We don’t have to love our neighbors, but life is most certainly less stressful when they’re easy to get along with. But as we all know, this is not always the case, and in several instances in New York’s turbulent history, a friendly local feud has resulted in some rancor constructions—or what’s better known today as “spite houses.”
According to Wikipedia, a spite house is a building constructed or modified to irritate neighbors or any party with land stakes. While this definition illustrates the basic concepts of the act, it doesn’t quite capture the vengeful spirit that powers it. With that said, we’ve perused the archives and put together a quick history lesson featuring a few famous examples of spiteful architecture that’s risen in New York over the past centuries.
Richardson Spite House ↑
This photo, of the corner of Lexington Avenue and 43rd Street, was taken in the late 1800s and memorializes one of the more famous constructions of spite. As the story goes, a clothier wanted to construct an apartment building that extended almost all the way to Lexington Avenue. Unfortunately for him, however, a small strip of land measuring approximately 104 feet long and 5 feet wide was owned by a man who went by the name of Joseph Richardson. Richardson was already considered a reputed miser, so it wasn’t totally out of character when the man refused to sell his land to the ambitious developer. In lieu of Richardson’s refusal, the developer went ahead with his plans anyway assuming there was little need for concern considering the size of the area in question. Much to his surprise however, Richardson vengefully built a 104-foot-long, 5-foot-deep building that completely blocked the new apartments.
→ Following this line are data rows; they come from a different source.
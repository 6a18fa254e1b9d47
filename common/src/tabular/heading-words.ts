/** The trade's words in headings, in English, German and French, and what they say a column is. First match counts. */
export type Role =
  /** Numbers the rows or tells the state of the test. */
  | 'counter'
  /** Not a channel: commands, rates, extremes, temperatures, computed columns. */
  | 'other'
  /** A mean of columns that stand beside it; a channel only when they do not. */
  | 'mean'
  /** The machine's travel, never strain. */
  | 'stroke'
  /** A displacement: of the machine or on the specimen, the word does not say. */
  | 'displacement'
  | 'time' | 'stress' | 'force' | 'transverse' | 'strain' | 'trace';

const WORDS: readonly (readonly [Role, RegExp])[] = [
  ['counter', /^(nr|no|n|id|row|line|point|punkt|sample|record|scan|segment|step|schritt|date|datum)\.?$|#|\b(index|number|numéro|nummer|count|counter|cycles?|zyklus|status|state|marker|flag|remark|comment|event)\b/i],
  ['other', /\b(command|setpoint|set[ -]point|target|soll\w*|consigne)\b|soll(wert)?\b|\b(rate|speed|velocity|vitesse)\b|geschwindigkeit|\b(max|min|peak|pic)\b\.?|maximum|minimum/i],
  ['other', /temp\b|temp[eé]rat|humid|feucht|confin|manteldruck|\b(pore|oil|cell|chamber) pressure|volum|\b(plastic|shear|true|residual)\b|wahre|energy|\bwork\b|bending/i],
  ['mean', /\b(mean|average|avg)\b|mittel|moyen/i],
  ['time', /\btime\b|zeit\b|\btemps\b|^t$|elapsed|\bclock\b|seconds|\buhr/i],
  ['stroke', /cross-?head|\bstroke\b|traverse|\btravel\b|position|actuator|\bram\b|piston|platen|\bcourse\b|vérin|weg\b|\bhub\b|\bmachine (ext|disp|travel)/i],
  ['transverse', /transv|trans\b|\blat(eral)?\b|quer|circumf|umfang|diametr|hoop|radial|\bt[12]\b|latéral/i],
  ['displacement', /displ|\bdisp\b|verschiebung|déplacement|deplacement/i],
  ['stress', /stress|spannung|contrainte|^(σ|sigma)$/i],
  ['force', /\bload|force\b|kraft|\bcharge\b|^[fp]$|\blast\b|prüflast/i],
  ['strain', /strain|dehnung|stauchung|déform|deform|exten|\bext\d?\b|axial|\bax\d?\b|longitud|längs|laengs|elong|allonge|gauge|gage|\bsg\s?\d|\bdms\b|lvdt|^(ε|eps|epsilon)/i],
  ['trace', /ampl|volt|signal|trace|\bch\w*\s*\d*\b|shot|\bcoupling\b|\b[ps][ -]?wave\b/i],
];

/** What a heading's own words say; null when they say nothing. */
export function roleOfHeading(heading: string): Role | null {
  return WORDS.find(([, pattern]) => pattern.test(heading))?.[0] ?? null;
}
William Waldorf Astor’s Spite Mansion and Fence ↑
The Gilded Age never seems to fail us in the family drama department, and the William Waldorf Astor spite mansion and fence episode is no exception. William Waldorf Astor lived next door to his aunt Caroline Webster Schermerhorn Astor on the same block that is now occupied by the Empire State Building. Unfortunately, the two family members did not get along, and in ill will toward their relationship, William decided to replace his home with a hotel—the original Waldorf Hotel. There was never a literal fence, but the side of the building facing his aunt’s abode had no windows, making the building more fence-like and spiteful than necessary.
William K. Vanderbilt Mansion ↑
The Astors didn’t only inspire spiteful architecture in their own family; it also extended to other New Yorkers within their social circle. Case in point: The William K. Vanderbilt Mansion, a grandiose home William’s wife Alva commissioned from Architect Richard Morris Hunt. The home was built in 1878 in a French-Renaissance and Gothic style and was affectionately referred to as the Petit Chateau. The construction of the home was part of Mrs. Vanderbilt’s efforts not only to impress the Astors, but also to break into the 400 society in a time when new money was still looked down upon.
According to the book “Fortune’s Children” by Vanderbilt descendant Arthur T. Vanderbilt II, architect “Hunt knew his new young clients very well, and he understood the function of architecture as a reflection of ambition. He sensed that Alva wasn’t interested in another home. She wanted a weapon: a house she could use as a battering ram to crash through the gates of society.” The interiors were decorated from trips to Europe, with items from both antique shops and from “pillaging the ancient homes of impoverished nobility.” The facade was of Indiana limestone and the grand hall built of stone quarried from Caen, France.
However, Alva’s plans were bigger than just a fancy house; she also threw an extravagant ball where she invited not only the usual 400, but also 1,200 of New York’s finest— all except for Mrs. Astor. In response, Mrs. Astor ended up calling on Alva’s new home to secure the proper invitation for herself and her daughter.
In the end, Alva’s efforts paid off. The New York press was head over heels about the event and the Times reported that “Mrs. Vanderbilt’s irreprochable taste was seen to perfection in her costume.” The New York World went on to say that it was an “event never equalled in the social annals of the metropolis.” With the hefty price tag of $250,000 (equivalent to $6.5 million in today’s market), the home secured the Vanderbilts’ place in New York society.
Unfortunately, in 1926, the mansion was sold to a real estate developer and replaced by 666 Fifth Avenue where Zara currently occupies the retail floor.
Freeport Spite House ↑
Freeport New York, located about 30 miles outside of New York city, is home to another infamous spite house. This dwelling was built in the 19th century by a New York developer in protest to the town’s plans to lay the city out in a grid. Virtually overnight, the Victorian house was erected on a triangular piece of land at the corner of Lena Avenue and Wilson Place. Today the home still stands and is currently occupied.